Sure, I am happy to share the code. I'll add a few comments here and there within the code:

library("tximport")
library("readr")
library("tximportData")
library("pasilla")
library("writexl")
library("DESeq2")
library("factoextra")

# Load the count matrix
# Assuming the first column of counts contains gene names, and the rest are sample counts
counts <- read.table("ATAC_all_merged.readCountInPeaks.txt", header = TRUE, row.names = 1)

# Extract only the count columns (starting from the 7th column)
count_data <- counts[, 6:ncol(counts)]

# Check the data to ensure it's loaded correctly
head(count_data)

# Set up the sample information (metadata)
sample_names <- colnames(count_data)  # Use the column names from count_data

# Load sample information (metadata)
groups <- read.table("sample-info.txt", header = TRUE, sep = "\t", stringsAsFactors = TRUE)

countDF = as.matrix(read.table("ATAC_all_merged.readCountInPeaks.txt", header = TRUE, sep = "\t", stringsAsFactors = TRUE))
groups = read.table("sample-info.txt", header = TRUE, sep = "\t", stringsAsFactors = TRUE)

individuals = c("ATAC_01_mapped.sorted.rem_dup.bam", "ATAC_03_mapped.sorted.rem_dup.bam", "ATAC_04_mapped.sorted.rem_dup.bam", "ATAC_05_mapped.sorted.rem_dup.bam","ATAC_07_mapped.sorted.rem_dup.bam", "ATAC_08_mapped.sorted.rem_dup.bam","ATAC_13_mapped.sorted.rem_dup.bam", "ATAC_15_mapped.sorted.rem_dup.bam","ATAC_16_mapped.sorted.rem_dup.bam", "ATAC_17_mapped.sorted.rem_dup.bam","ATAC_19_mapped.sorted.rem_dup.bam", "ATAC_20_mapped.sorted.rem_dup.bam","ATAC_25_mapped.sorted.rem_dup.bam", "ATAC_27_mapped.sorted.rem_dup.bam","ATAC_28_mapped.sorted.rem_dup.bam", "ATAC_29_mapped.sorted.rem_dup.bam","ATAC_31_mapped.sorted.rem_dup.bam","ATAC_32_mapped.sorted.rem_dup.bam")


#DESeq

rnaseqMatrix = count_data
rnaseqMatrix = round(rnaseqMatrix)
rnaseqMatrix = rnaseqMatrix[rowSums(cpm(rnaseqMatrix) > 1) >= 2,]
dim(rnaseqMatrix)

#DESeq ALL
rownames(groups) = colnames(rnaseqMatrix)
ddsFullCountTable.all <- DESeqDataSetFromMatrix(
  countData = rnaseqMatrix,
  colData = groups,
  design = ~ environment + tissue)
dds = DESeq(ddsFullCountTable.all)
resultsNames(dds)

So first I work with DESEq2. I'm working with 18 samples like I said, with 3 tissues (eye/liver/spleen). Maybe at the "DESEq ALL" step there is something I need to modify here, but it works just fine. So now we get to edgeR (see comment #2 due to character length being too long):

ADD REPLY • link 12 months ago by Ronin ▴ 10

0

Entering edit mode

(Part 2)

library(edgeR)

dge <- DGEList(counts = count_data, group = groups$tissue)
print(dge)
table(groups$tissue)
# Calculate normalization factors using TMM normalization
dge <- calcNormFactors(dge)

# Check the normalization factors (optional)
dge$samples

# Estimate common, trended, and tagwise dispersions
dge <- estimateDisp(dge)

# Fit a generalized linear model (GLM) for differential accessibility
fit <- glmFit(dge)

lrt <- glmLRT(fit)

# Filter results for statistically significant genes with FDR < 0.01
significant_results <- topTags(lrt, n = Inf)$table
significant_results <- significant_results[significant_results$FDR < 0.01, ]
significant_results$Category <- ifelse(significant_results$logFC > 0, "yes", "no")

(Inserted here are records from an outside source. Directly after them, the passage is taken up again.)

#include "wetfront/profiles/hdf5_handles.hpp"

#include <fmt/format.h>

namespace wetfront::profiles::hdf5 {

namespace {

// Walking upward starts at the function that detected the error, the most specific place.
herr_t keep_first_message(unsigned depth, const H5E_error2_t* entry, void* client_data) {
  auto* message = static_cast<std::string*>(client_data);
  if (depth == 0 && entry->desc != nullptr) *message = entry->desc;
  return 0;
}

}  // namespace

std::string library_message() {
  std::string message;
  H5Ewalk2(H5E_DEFAULT, H5E_WALK_UPWARD, keep_first_message, &message);
  return message;
}

std::string failure_text(std::string_view what) {
  const std::string detail = library_message();
  if (detail.empty()) return std::string(what);
  return fmt::format("{} (HDF5: {})", what, detail);
}

void check(herr_t status, std::string_view what) {
  if (status < 0) throw Error(failure_text(what));
}

QuietErrors::QuietErrors() {
  H5Eget_auto2(H5E_DEFAULT, &previous_function_, &previous_data_);
  H5Eset_auto2(H5E_DEFAULT, nullptr, nullptr);
}

QuietErrors::~QuietErrors() { H5Eset_auto2(H5E_DEFAULT, previous_function_, previous_data_); }

}  // namespace wetfront::profiles::hdf5
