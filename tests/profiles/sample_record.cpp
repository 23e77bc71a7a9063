#include "sample_record.hpp"

#include <cmath>
#include <limits>

#include "wetfront/profiles/layer_table.hpp"
#include "wetfront/profiles/visit_balance.hpp"
#include "wetfront/soils/hydraulic_models.hpp"
#include "wetfront/soils/layers.hpp"

namespace wetfront::profiles::testing {

namespace {

// Invented parameters in the range of a loam over a sandy loam (not fitted to any data).
soils::LayeredProfile sample_soil() {
  soils::VanGenuchtenMualem loam{0.078, 0.43, 0.036, 1.56, 24.96, 0.5};
  soils::VanGenuchtenMualem sandy_loam{0.065, 0.41, 0.075, 1.89, 106.1, 0.5};
  return soils::LayeredProfile({{"loam topsoil", 0.0, 40.0, loam}, {"sandy loam subsoil", 40.0, 100.0, sandy_loam}});
}

// A smooth front: -150 cm far below, -20 cm behind a front at 3 cm/d.
double head_at(double depth_cm, double day) {
  const double front_cm = 3.0 * day;
  return -150.0 + 130.0 / (1.0 + std::exp((depth_cm - front_cm) / 6.0));
}

}  // namespace

RunRecord sample_record() {
  const soils::LayeredProfile soil = sample_soil();
  RunRecord record;
  record.site_name = "Example plot 3 (invented)";
  record.run_start_date = "2025-04-01";
  record.program_version = "0.1.0-test";
  record.input_hash = "sha256:0123456789abcdef";
  record.layers = describe_layers(soil);
  record.sensors = {{"tensiometer 15 cm", 15.0}, {"tensiometer 45 cm", 45.0}, {"probe 70 cm", 70.0}};
  record.flux_plane_depths_cm = {50.0};

  solver::ColumnRun& run = record.run;
  const std::size_t cells = 20;
  const double thickness_cm = 5.0;
  for (std::size_t f = 0; f <= cells; ++f) run.face_depths_cm.push_back(thickness_cm * static_cast<double>(f));
  for (std::size_t c = 0; c < cells; ++c) run.cell_depths_cm.push_back(thickness_cm * (static_cast<double>(c) + 0.5));

  double initial_storage_cm = 0;
  for (int day = 0; day <= 30; ++day) {
    solver::ProfileSnapshot snapshot;
    snapshot.time_days = day;
    double storage_cm = 0;
    for (double depth : run.cell_depths_cm) {
      const soils::HydraulicModel& model = soil.model_at(depth);
      const double head = head_at(depth, day);
      snapshot.head_cm.push_back(head);
      snapshot.water_content.push_back(soils::water_content(model, head));
      snapshot.conductivity_cm_per_d.push_back(soils::conductivity(model, head));
      snapshot.sink_rate_per_day.push_back(depth < 30.0 ? 0.002 : 0.0);
      storage_cm += snapshot.water_content.back() * thickness_cm;
    }
    for (double depth : run.face_depths_cm)
      snapshot.face_flux_cm_per_d.push_back(0.8 / (1.0 + std::exp((depth - 3.0 * day) / 6.0)) - 0.05);
    snapshot.ponded_depth_cm = day == 10 ? 0.25 : 0.0;
    if (day == 0) initial_storage_cm = storage_cm;

    solver::CumulativeBalance balance;
    balance.time_days = day;
    // Amounts chosen so the column balance closes: infiltration = storage change +
    // transpiration + bottom flux, and water input = infiltration + evaporation + runoff.
    balance.transpiration_cm = 0.06 * day;
    balance.bottom_flux_cm = 0.01 * day * day / 30.0;
    balance.infiltration_cm = (storage_cm - initial_storage_cm) + balance.transpiration_cm + balance.bottom_flux_cm;
    balance.potential_evaporation_cm = 0.3 * day;
    balance.actual_evaporation_cm = 0.2 * day;
    balance.runoff_cm = day > 10 ? 0.1 : 0.0;
    balance.water_input_cm = balance.infiltration_cm + balance.actual_evaporation_cm + balance.runoff_cm;
    balance.plane_flux_cm = {0.05 * day};
    balance.ponded_depth_cm = snapshot.ponded_depth_cm;
    balance.soil_storage_cm = storage_cm;
    balance.balance_error_cm = (storage_cm - initial_storage_cm) -
                               (balance.infiltration_cm - balance.transpiration_cm - balance.bottom_flux_cm);  // ~1e-15
    run.profiles.push_back(std::move(snapshot));
    run.balances.push_back(std::move(balance));
  }
  run.statistics = {412, 1650, 37, 1203, 2, 15, 3, 0};
  run.complete = true;

  for (int day = 0; day < 30; ++day) {
    const double rain = day % 6 == 2 ? 2.5 : 0.0;
    record.forcing.push_back({static_cast<double>(day), day + 1.0, rain, 0.3 + 0.01 * day, 0.06 + 0.002 * day});
  }
  record.visit_days = {7.0, 14.0, 21.0};
  record.visit_balance = balance_between_visits(run.balances, record.visit_days);

  // Invented sensor comparison: two tensiometer readings (one beyond the run, simulated NaN)
  // and one probe reading, with a metrics row per sensor and a pooled row (depth NaN).
  const double nan = std::numeric_limits<double>::quiet_NaN();
  SensorComparisonRecord comparison;
  comparison.pressure_head = {{"tensiometer 15 cm", 7.375, 15.0, -120.5, -118.25, true},
                              {"tensiometer 15 cm", 31.0, 15.0, -130.0, nan, false}};
  comparison.water_content = {{"probe 70 cm", 7.375, 70.0, 0.305, 0.2975, true}};
  comparison.metrics = {{"tensiometer 15 cm", "pressure head", "cm", 15.0, 1, 0, 1, 2.25, 2.25, nan, nan},
                        {"probe 70 cm", "water content", "cm3/cm3", 70.0, 1, 0, 0, -0.0075, 0.0075, nan, nan},
                        {"all tensiometers", "pressure head", "cm", nan, 1, 0, 1, 2.25, 2.25, nan, nan}};
  record.sensor_comparison = comparison;

  // Invented field checks over the four visit intervals (0-7, 7-14, 14-21, 21-29 d): a Darcy
  // estimate missing for the first interval, a water table read at every visit, stored water
  // missing at the run start. The Darcy amounts, the stored water and every agreement text are
  // arbitrary numbers and words for the round trip. The water-table amounts follow the record's
  // own specific yield (0.15) and recession rate (0.2 cm/d), R = Sy (start + rate x days - end)
  // (Healy & Cook 2002): 0.15 x (310 + 1.4 - 305.5) = 0.885, 0.15 x (305.5 + 1.4 - 306) = 0.135,
  // 0.15 x (306 + 1.4 - 307) = 0.06, 0.15 x (307 + 1.6 - 304) = 0.69 cm.
  record.darcy_estimate = DarcyEstimateRecord{"tensiometer 15 cm",
                                              "tensiometer 70 cm",
                                              15.0,
                                              70.0,
                                              "K from the hydraulic model of layer 'sandy loam subsoil'",
                                              {nan, 0.12, 0.0, -0.03},
                                              {"no estimate", "agree", "agree", "differ"},
                                              {"no reliable reading of both within 1 d of a visit", "", "", ""}};
  record.water_table_estimate = WaterTableEstimateRecord{"well A",
                                                         0.15,
                                                         0.2,
                                                         "invented value for the sample",
                                                         {310.0, 305.5, 306.0, 307.0},
                                                         {305.5, 306.0, 307.0, 304.0},
                                                         {0.885, 0.135, 0.06, 0.69},
                                                         {"agree", "agree", "differ", "differ"},
                                                         {"", "", "", ""}};
  record.stored_water = StoredWaterRecord{{15.0, 40.0, 70.0},
                                          {"probe 15 cm", "probe 40 cm", "probe 70 cm", "cores"},
                                          {0.0, 7.0, 14.0, 21.0, 29.0},
                                          {nan, 18.5, 18.25, 17.75, 18.0},
                                          {nan, 18.0, 18.125, 17.5, 17.5},
                                          {nan, -0.25, -0.5, 0.25},
                                          {nan, 0.125, -0.625, 0.0}};
  return record;
}

RunRecord sample_failed_record() {
  RunRecord record = sample_record();
  solver::ColumnRun& run = record.run;
  run.profiles.resize(13);  // days 0..12 reached
  run.balances.resize(13);
  run.complete = false;
  run.failure = solver::RunFailure{12.5, 37.5, "nonlinear solver did not converge after 10 step reductions"};
  record.visit_balance = balance_between_visits(run.balances, record.visit_days);
  // The field checks follow the intervals reached; this sample keeps none.
  record.darcy_estimate.reset();
  record.water_table_estimate.reset();
  record.stored_water.reset();
  return record;
}

}  // namespace wetfront::profiles::testing
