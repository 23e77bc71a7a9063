// A dataset that grows along an unlimited first dimension, written a chunk at a time.
#include <fmt/format.h>

#include <algorithm>

#include "hdf5_io.hpp"

namespace wetfront::profiles::hdf5 {

namespace {

// One-dimensional series (times, the pond) are short rows: 1024 values (8 KiB) per chunk keeps a
// short run's file small.
constexpr hsize_t kSeriesChunk = 1024;

}  // namespace

GrowingDataset::GrowingDataset(hid_t parent, std::string_view name, std::size_t columns, Description about)
    : width_(std::max<std::size_t>(columns, 1)),
      chunk_rows_(columns == 0 ? kSeriesChunk : std::max<hsize_t>(kChunkValues / columns, 1)) {
  const int rank = columns == 0 ? 1 : 2;
  const hsize_t dims[2] = {0, columns};
  const hsize_t max_dims[2] = {H5S_UNLIMITED, columns};
  const hsize_t chunk[2] = {chunk_rows_, columns};
  Dataspace space(H5Screate_simple(rank, dims, max_dims),
                  fmt::format("creating the dataspace of {}", child_path(parent, name)));
  dataset_ = create_dataset(parent, name, H5T_IEEE_F64LE, space,
                            std::span<const hsize_t>(chunk, static_cast<std::size_t>(rank)));
  describe(parent, name, about);
  held_.reserve(chunk_rows_ * width_);
}

void GrowingDataset::append(std::span<const double> row) {
  if (row.size() != width_)
    throw Error(fmt::format("dataset {}: {} values in a row of {}", object_path(dataset_.id()), row.size(), width_));
  held_.insert(held_.end(), row.begin(), row.end());
  if (held_.size() == chunk_rows_ * width_) flush();
}

void GrowingDataset::flush() {
  if (held_.empty()) return;
  const std::string path = object_path(dataset_.id());
  const hsize_t rows = held_.size() / width_;
  const hsize_t extent[2] = {written_ + rows, width_};
  check(H5Dset_extent(dataset_.id(), extent), fmt::format("extending dataset {}", path));
  Dataspace file_space(H5Dget_space(dataset_.id()), fmt::format("reading the shape of {}", path));
  const int rank = H5Sget_simple_extent_ndims(file_space.id());
  const hsize_t start[2] = {written_, 0};
  const hsize_t count[2] = {rows, width_};
  check(H5Sselect_hyperslab(file_space.id(), H5S_SELECT_SET, start, nullptr, count, nullptr),
        fmt::format("selecting rows of {}", path));
  Dataspace memory_space(H5Screate_simple(rank, count, nullptr), "creating a dataspace");
  check(H5Dwrite(dataset_.id(), H5T_NATIVE_DOUBLE, memory_space.id(), file_space.id(), H5P_DEFAULT, held_.data()),
        fmt::format("writing dataset {}", path));
  written_ += rows;
  held_.clear();
}

}  // namespace wetfront::profiles::hdf5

# Save the filtered results to a CSV file
write.csv(significant_results, file = "edgeR_results-redo.csv")

# View the top differentially accessible peaks/regions (optional)
top_results <- head(significant_results, 20)
print(top_results)

# Create a new DGEList with the matched samples
dge <- DGEList(counts = count_data[, colnames(count_data) %in% matched_samples$sample], 
               group = matched_samples$environment)

# Check the new DGEList
print(dge)
# Ensure that the groups are aligned with the DGEList

I'm sure there's something wrong here to explain why I don't get 18 values and instead get one. I am wondering if maybe:

# Filter results for statistically significant genes with FDR < 0.01
significant_results <- topTags(lrt, n = Inf)$table
significant_results <- significant_results[significant_results$FDR < 0.01, ]
significant_results$Category <- ifelse(significant_results$logFC > 0, "yes", "no")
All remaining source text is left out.